History Month Profiles – 1: F.W. Murnau
The remarkable thing about F.W. Murnau’s most famous film is that we’re lucky it even exists. Based (somewhat loosely) on Bram Stoker’s 1897 novel Dracula and released in 1922, Nosferatu, eine Symphonie des Grauens (or ‘Nosferatu: A Symphony of Terror’) soon fell foul of the Stoker estate. The author himself had died just 10 years earlier and his widow, Florence, didn’t take too kindly to an unauthorized adaptation raking in the Deutsche Marks.
Florence Stoker took the studio, Prana Films, to court for copyright infringement, and they were ordered to destroy all copies of Nosferatu, not to mention bankrupted in the process. Thankfully, a handful of prints survived, from which a more or less complete version can now be enjoyed.
F.W. Murnau was born Friedrich Wilhelm Plumpe in Westphalia in 1888. A precociously literate child (he was a fan of Nietzsche and Ibsen aged 12), he chose the slightly more imposing surname “Murnau” from a town near Munich. After studying philology and art history in Berlin and Heidelberg he served in Germany’s air force during the First World War, surviving a grand total of eight plane crashes!
Following the war he returned to Berlin, where – alongside actor Conrad Veidt (who would later star in Casablanca) – he founded his first film studio. His feature film debut, The Boy in Blue, followed, along with Der Januskopf (The Head of Janus), an adaptation (unauthorized, of course) of Dr. Jekyll & Mr Hyde, starring Veidt and future horror icon Bela Lugosi.

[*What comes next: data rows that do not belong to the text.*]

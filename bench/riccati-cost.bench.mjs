// CPU cost of one Riccati step (riccatiStep.ts) against one right-hand-side
// evaluation of the integrator, on rungs of an l = 75 mode (s = 0, m = 38,
// a = 0.99, Mω = 1: one rung in the evanescent zone inside the turning point
// r ≈ l/ω, one in the wave zone outside), at the leg tolerance of the
// default greybody tol (1e-11). A step costs what that many evaluations
// cost: the figure that decides when a rung is worth a Riccati step.
// With BASE=/path/to/another/checkout (built) both builds are timed, each in
// rounds alternating with the other (least CPU time of the rounds).
// Run: npx tsc -b && node bench/riccati-cost.bench.mjs
import os from 'node:os';
import { join } from 'node:path';
import { pathToFileURL } from 'node:url';
import { benchDir, fmt } from './lib.mjs';

const load = async (root) => ({
  radial: await import(pathToFileURL(join(root, 'packages/radial/dist/internal.js')).href),
  kerr: await import(pathToFileURL(join(root, 'packages/kerr/dist/index.js')).href),
});
const builds = [['new', await load(join(benchDir, '..'))]];
if (process.env.BASE) builds.unshift(['base', await load(process.env.BASE)]);

function timer({ radial: I, kerr }) {
  const hole = kerr.kerrHole({ a: 0.99 });
  const mode = { s: 0, m: 38, omega: 1, lambda: 75 * 76 };
  const eq = I.radialEquation(hole, mode, hole.rPlus);
  const e = I.riccatiEquation(eq, hole.rPlus);
  const y = new Float64Array(4),
    scale = new Float64Array(1);
  const rungs = [
    [14.684 - hole.rPlus, 28.226 - hole.rPlus],
    [217.82, 434.5],
  ];
  const step = ([xa, xb], N) => {
    let st;
    const t0 = process.cpuUsage();
    for (let i = 0; i < N; i++) {
      y.set([1, 0, 0, 1]);
      st = I.riccatiStep(e, xa, xb, y, 1e-11, scale);
    }
    const t = process.cpuUsage(t0);
    return { ns: ((t.user + t.system) * 1e3) / N, st };
  };
  const counter = { evaluations: 0 };
  const leg = () => ({
    hole,
    mode,
    equation: eq,
    y: new Float64Array([1, 0, 0, 1]),
    from: 30,
    to: 60,
    stops: [],
    tol: 1e-11 / 3,
    integrator: 'gbs',
    maxSteps: 1e6,
    variable: 'r',
    counter,
    method: 'bench',
  });
  const ode = (N) => {
    counter.evaluations = 0;
    const t0 = process.cpuUsage();
    for (let i = 0; i < N; i++) I.integrateLeg(leg());
    const t = process.cpuUsage(t0);
    return ((t.user + t.system) * 1e3) / counter.evaluations;
  };
  return { rungs, step, ode };
}

const timers = builds.map(([name, b]) => [name, timer(b)]);
const best = Object.fromEntries(
  timers.map(([name, T]) => [name, { steps: T.rungs.map(() => Infinity), ode: Infinity, info: [] }]),
);
for (const [, T] of timers) {
  for (const r of T.rungs) T.step(r, 2000);
  T.ode(200);
}
for (let round = 0; round < 6; round++) {
  const order = round % 2 ? [...timers].reverse() : timers;
  for (const [name, T] of order) {
    const rec = best[name];
    T.rungs.forEach((r, i) => {
      const { ns, st } = T.step(r, 5000);
      rec.steps[i] = Math.min(rec.steps[i], ns);
      rec.info[i] = st;
    });
    rec.ode = Math.min(rec.ode, T.ode(300));
  }
}
console.log(
  `load average ${os
    .loadavg()
    .map((x) => x.toFixed(1))
    .join(' ')}; least CPU time of 6 rounds`,
);
for (const [name, T] of timers) {
  const rec = best[name];
  T.rungs.forEach(([xa, xb], i) => {
    const st = rec.info[i];
    console.log(
      `${name}: rung x ${fmt(xa, 4)} → ${fmt(xb, 4)}: ${st.ok ? 'ok' : 'failed'}, ${st.passes} passes; ${fmt(rec.steps[i] / 1e3, 3)} µs per step = ${fmt(rec.steps[i] / rec.ode, 3)} integrator evaluations (${fmt(rec.ode, 3)} ns each)`,
    );
  });
}
if (process.env.BASE)
  console.log(
    `base/new per step: ${best.base.steps.map((x, i) => fmt(x / best.new.steps[i], 3)).join(', ')}; per integrator evaluation ${fmt(best.base.ode / best.new.ode, 3)}`,
  );
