// Sweep of the documented range (every spin × Mω up to 30 × |a| up to 0.99999 ×
// l up to 200, sampled): cost and accuracy of greybody at the default
// tolerance, each against something outside the code path:
//   - flux conservation |Γ + R − 1| (R from the independent −|s| solve),
//   - Γ against a solve at tol 1e-12 (where that solve converges),
//   - σ(Mω = 30, a = 0) against the geometric-optics 27πM² (Misner, Thorne &
//     Wheeler, Gravitation, 1973), every spin,
//   - the s = 2, l = m = 2 superradiant peak against ~138 % as a → M
//     (Teukolsky & Press 1974, value from memory).
// Times are process CPU time (a shared machine preempts wall time).
// Run: npm run build && node bench/range.bench.mjs [--quick]
// Results: bench/results/range-<date>.json.
import { absorptionCrossSection, greybody } from '@penumbra/flux';
import { kerrHole } from '@penumbra/kerr';
import { fmt, table, writeResult } from './lib.mjs';

const quick = process.argv.includes('--quick');
const SPINS = [0, 0.5, 1, 2];
const AS = quick ? [0, 0.99999] : [0, 0.9, 0.9999, 0.99999];
const OMEGAS = quick ? [1, 30] : [0.1, 1, 10, 20, 30];
const LS = quick ? [2, 200] : [2, 50, 105, 150, 200];

const cpuMs = () => process.cpuUsage().user / 1000;
const lm = (spin, l, m) => (spin === 0.5 ? { l: l - 0.5, m: m < 0 ? m + 0.5 : Math.max(m - 0.5, 0.5) } : { l, m });

function sweep() {
  const rows = [];
  for (const spin of SPINS)
    for (const a of AS)
      for (const omega of OMEGAS)
        for (const l of LS)
          for (const m of [l, 0, -l]) {
            const problem = { hole: { a }, mode: { field: { spin }, ...lm(spin, l, m) }, omega };
            const t0 = cpuMs();
            const row = { spin, a, omega, l: problem.mode.l, m: problem.mode.m };
            try {
              const r = greybody(problem);
              Object.assign(row, {
                ok: true,
                cpuMs: cpuMs() - t0,
                gamma: r.gamma,
                log10Gamma: r.log10Gamma,
                residual: r.residual,
                relError: r.relError,
                steps: r.diagnostics.steps,
              });
            } catch (e) {
              Object.assign(row, { ok: false, cpuMs: cpuMs() - t0, error: `${e.name}: ${e.message.slice(0, 120)}` });
            }
            rows.push(row);
            // one line per mode as it is measured, so a partial run still reports
            console.log(
              row.ok
                ? `  s=${spin} a=${a} Mω=${omega} l=${row.l} m=${row.m}: |Γ+R−1| ${fmt(row.residual)}, relError ${fmt(row.relError)}, ${row.steps} steps, ${fmt(row.cpuMs)} CPU ms`
                : `  s=${spin} a=${a} Mω=${omega} l=${row.l} m=${row.m}: ${row.error}`,
            );
          }
  return rows;
}

function tightChecks() {
  // Γ at the default tolerance against tol 1e-12, at a = 0.99999 (one mode per spin and frequency).
  const out = [];
  for (const spin of SPINS)
    for (const omega of quick ? [0.5] : [0.1, 0.5, 3, 10]) {
      const problem = { hole: { a: 0.99999 }, mode: { field: { spin }, ...lm(spin, 2, 2) }, omega };
      try {
        const r = greybody(problem);
        const t = greybody(problem, { tol: 1e-12, reflection: false });
        out.push({ spin, omega, rel: Math.abs(r.gamma / t.gamma - 1), relError: r.relError });
      } catch (e) {
        out.push({ spin, omega, error: `${e.name}: ${e.message.slice(0, 100)}` });
      }
    }
  return out;
}

function crossSections() {
  const out = [];
  for (const spin of SPINS) {
    const t0 = cpuMs();
    const r = absorptionCrossSection({ hole: { a: 0 }, field: { spin }, omega: 30 }, { tol: 1e-6 });
    out.push({
      spin,
      sigma: r.sigma,
      ratio: r.sigma / (27 * Math.PI),
      lMax: r.diagnostics.lMax,
      relError: r.relError,
      cpuS: (cpuMs() - t0) / 1000,
    });
  }
  return out;
}

function peak(a) {
  const top = 2 * kerrHole({ a }).omegaH;
  const f = (w) =>
    greybody({ hole: { a }, mode: { field: { spin: 2 }, l: 2, m: 2 }, omega: w }, { tol: 1e-7, reflection: false }).amplification;
  let lo = 0.9 * top,
    hi = 0.99999 * top;
  const g = (Math.sqrt(5) - 1) / 2;
  for (let i = 0; i < 25; i++) {
    const x1 = hi - g * (hi - lo),
      x2 = lo + g * (hi - lo);
    if (f(x1) > f(x2)) hi = x2;
    else lo = x1;
  }
  return { a, peak: f((lo + hi) / 2), omegaOverTop: (lo + hi) / 2 / top };
}

const t0 = cpuMs();
const rows = sweep();
const ok = rows.filter((r) => r.ok);
console.log(
  `greybody sweep: ${rows.length} modes (spins ${SPINS}, a ${AS}, Mω ${OMEGAS}, l ${LS}, m ∈ {l, 0, −l}), ${ok.length} converged`,
);
console.log(
  table(
    ['a', 'modes', 'failed', 'max |Γ+R−1|', 'max relError', 'median CPU ms', 'max CPU ms', 'max steps'],
    AS.map((a) => {
      const all = rows.filter((r) => r.a === a);
      const good = all.filter((r) => r.ok);
      const cpu = good.map((r) => r.cpuMs).sort((x, y) => x - y);
      return [
        String(a),
        String(all.length),
        String(all.length - good.length),
        fmt(Math.max(...good.map((r) => r.residual))),
        fmt(Math.max(...good.map((r) => r.relError))),
        fmt(cpu[cpu.length >> 1]),
        fmt(cpu[cpu.length - 1]),
        String(Math.max(...good.map((r) => r.steps))),
      ];
    }),
  ),
);
for (const r of rows.filter((x) => !x.ok))
  console.log(`  failed: s=${r.spin} a=${r.a} Mω=${r.omega} l=${r.l} m=${r.m}: ${r.error}`);
const l200 = ok.filter((r) => r.l >= 199.5 && r.omega === 30);
console.log(
  `l = 200, Mω = 30: ${l200.length} modes, max |Γ+R−1| ${fmt(Math.max(...l200.map((r) => r.residual)))}, CPU ms median ${fmt(l200.map((r) => r.cpuMs).sort((x, y) => x - y)[l200.length >> 1])}, max ${fmt(Math.max(...l200.map((r) => r.cpuMs)))}`,
);

const tight = tightChecks();
console.log('\nΓ at a = 0.99999, l = m = 2 (default tol 1e-8) against tol 1e-12:');
console.log(
  table(
    ['s', 'Mω', '|Γ/Γ_tight − 1|', 'relError'],
    tight.map((t) => [String(t.spin), String(t.omega), t.error ?? fmt(t.rel), t.error ? '' : fmt(t.relError)]),
  ),
);

const peaks = (quick ? [0.9999, 0.99999] : [0.999, 0.9999, 0.99999]).map(peak);
console.log('\ns = 2, l = m = 2 peak amplification (against ~138 % as a → M, Teukolsky & Press 1974, from memory):');
console.log(
  table(
    ['a', 'peak', 'peak / 1.38', 'ω/(mΩ_H)'],
    peaks.map((p) => [String(p.a), fmt(p.peak, 4), fmt(p.peak / 1.38, 4), fmt(p.omegaOverTop, 5)]),
  ),
);

const sigmas = crossSections();
if (sigmas.length) {
  console.log('\nσ at Mω = 30, a = 0 (tol 1e-6) against 27πM² = 84.823:');
  console.log(
    table(
      ['s', 'σ/M²', 'σ/27π', 'lMax', 'relError', 'CPU s'],
      sigmas.map((x) => [String(x.spin), fmt(x.sigma, 7), fmt(x.ratio, 6), String(x.lMax), fmt(x.relError), fmt(x.cpuS, 3)]),
    ),
  );
}
console.log(`\ntotal CPU ${fmt((cpuMs() - t0) / 1000, 3)} s`);
writeResult('range', { quick, rows, tight, peaks, sigmas });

To understand the cinema of early 1920s Germany, it’s necessary to know a little about its history. The war’s aftermath left the country in turmoil – politically, financially, emotionally and physically – and that trauma manifested itself in the arts through Expressionism; visual depictions in art and film of humanity’s deepest, darkest emotions.

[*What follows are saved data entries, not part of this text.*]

// The accumulation bound of one massive Dirac radial solve
// (packages/flux/src/massiveDirac.ts, SINGLE_SOLVE_CHARGE): the error of Γ
// (twice that of ln|A|) against tol-1e-14 solves, divided by steps × tol, over
// a ≤ 0.99, j ≤ 9/2, Mω 0.05–2.5, v = 0.05–0.995, both signs of κ, at
// tol 1e-10, 1e-11, 1e-12. The charge 2 must stay above the largest ratio.
// Run after `npm run build`: node bench/massive-dirac-estimate.bench.mjs
import { kerrHole } from '@penumbra/kerr';
import { solveMassiveDiracRadial } from '@penumbra/radial';
import { diracAngularEigenvalue } from '@penumbra/spheroidal';
import { fmt, table } from './lib.mjs';

const rows = [];
let worst = 0;
let solves = 0;
for (const a of [0, 0.5, 0.9, 0.99]) {
  for (const [j, m] of [
    [0.5, 0.5],
    [0.5, -0.5],
    [1.5, 1.5],
    [2.5, -1.5],
    [4.5, 4.5],
  ]) {
    for (const omega of [0.05, 0.3, 1, 2.5]) {
      for (const f of [0.1, 0.7, 0.99, 0.9987]) {
        for (const kappaSign of [1, -1]) {
          const mu = f * omega;
          const lambda = diracAngularEigenvalue({ j, m, aOmega: a * omega, aMu: a * mu, kappaSign }).lambda;
          const p = { hole: kerrHole({ a, mass: 1 }), omega, m, mu, lambda };
          const ref = solveMassiveDiracRadial(p, { tol: 1e-14 });
          for (const tol of [1e-10, 1e-11, 1e-12]) {
            const s = solveMassiveDiracRadial(p, { tol });
            solves++;
            const err = Math.abs(Math.expm1(2 * (s.logAbsIn - ref.logAbsIn)));
            const ratio = err / (s.diagnostics.steps * tol);
            if (err > 1e-13) worst = Math.max(worst, ratio);
            rows.push([a, j, m, omega, fmt(mu, 4), kappaSign, tol, s.diagnostics.steps, fmt(err), fmt(ratio)]);
          }
        }
      }
    }
  }
}
rows.sort((x, y) => Number(y[9]) - Number(x[9]));
console.log(table(['a', 'j', 'm', 'Mω', 'Mμ', 'κ sign', 'tol', 'steps', 'error of Γ', 'error/(steps·tol)'], rows.slice(0, 15)));
console.log(`${solves} solves: largest error of Γ/(steps × tol) ${fmt(worst)} (charged 2)`);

Robert Wiene’s 1920 horror film, The Cabinet of Dr. Caligari, gave us freakish, exaggerated sets and Conrad Veidt’s haunting somnambulist Cesare, all very obviously filmed on a studio sound stage. Nosferatu, which began shooting in July 1921, would break from movie-making convention, with many of its scenes shot on location in places as far afield as Slovakia and Lubeck.
In Count Orlok, Murnau and his star, Max Schreck (literally ‘Max Fear’ in German) created one of the most definitive (not to mention terrifying) big screen vampires of all time, and the film would later inspire countless films and TV series, from Werner Herzog’s 1979 remake to the recent documentary spoof What We Do in the Shadows.
Murnau himself – or a heavily fictionalised version of him – has also appeared on screen, in the film Shadow of the Vampire and the TV series American Horror Story: Hotel, both of which posit that Murnau encountered real-life vampires while researching his Gothic masterpiece. All nonsense, of course, but that idea is a testament to the legacy of both Nosferatu, an almost-100-year-old film, and Murnau the director and personality.
Gay men such as Murnau enjoyed a brief period of liberation and tolerance in 1920s Berlin (as immortalised in Christopher Isherwood’s Berlin Stories), but by the second half of the decade this was beginning to change. The rise of fascism led to an atmosphere of paranoia and prejudice, and this may be why Murnau chose to leave Germany in 1926, and seek his fortune in Hollywood. There he was immediately signed to Fox Pictures and directed the film Sunrise: A Song of Two Humans. What Nosferatu was to horror, Sunrise was to romantic melodrama, and just as Murnau revolutionised the way films could be shot on location with his earlier film, so in Sunrise he helped pioneer film-making techniques that would go on to become commonplace. Sunrise won the award for “Unique and Artistic Production” at the very first Academy Awards in 1929, and in 2012 was named the fifth best motion picture of all time by the critics at Sight and Sound.
Sadly, future Hollywood success would elude Murnau. His first forays into “talkies”, 4 Devils and City Girl were not as well received, and before he could embark on another picture he was tragically killed, aged just 42, in an automobile accident. Perhaps fittingly for a man who helped create the visual language of cinematic horror, Murnau’s afterlife was almost as ghoulish as his 1922 film. Greta Garbo – one of only eleven people to attend his funeral – commissioned a death mask of him, and in July 2015 Murnau’s grave was broken into and his skull stolen.